- **Instructions for the task**
Return the entries below precisely, omitting nothing.

- **Source material**
****************

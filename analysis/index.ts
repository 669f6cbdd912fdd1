/** The maths of the product: pure functions on whole nanometres. docs/maths.md explains each result. */
export * from './analysis-error';
export * from './lengths';
export * from './types';
export * from './units';
export { fUpperTail, studentTwoSided, studentUpperQuantile } from './distributions';
export { fitPlane } from './plane-fit';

****************

- **Task answer**
filename analysis/index.ts
repository 669f6cbdd912fdd1
/** The maths of the product: pure functions on whole nanometres. docs/maths.md explains each result. */
export * from './analysis-error';
export * from './lengths';
export * from './types';
export * from './units';
export { fUpperTail, studentTwoSided, studentUpperQuantile } from './distributions';
export { fitPlane } from './plane-fit';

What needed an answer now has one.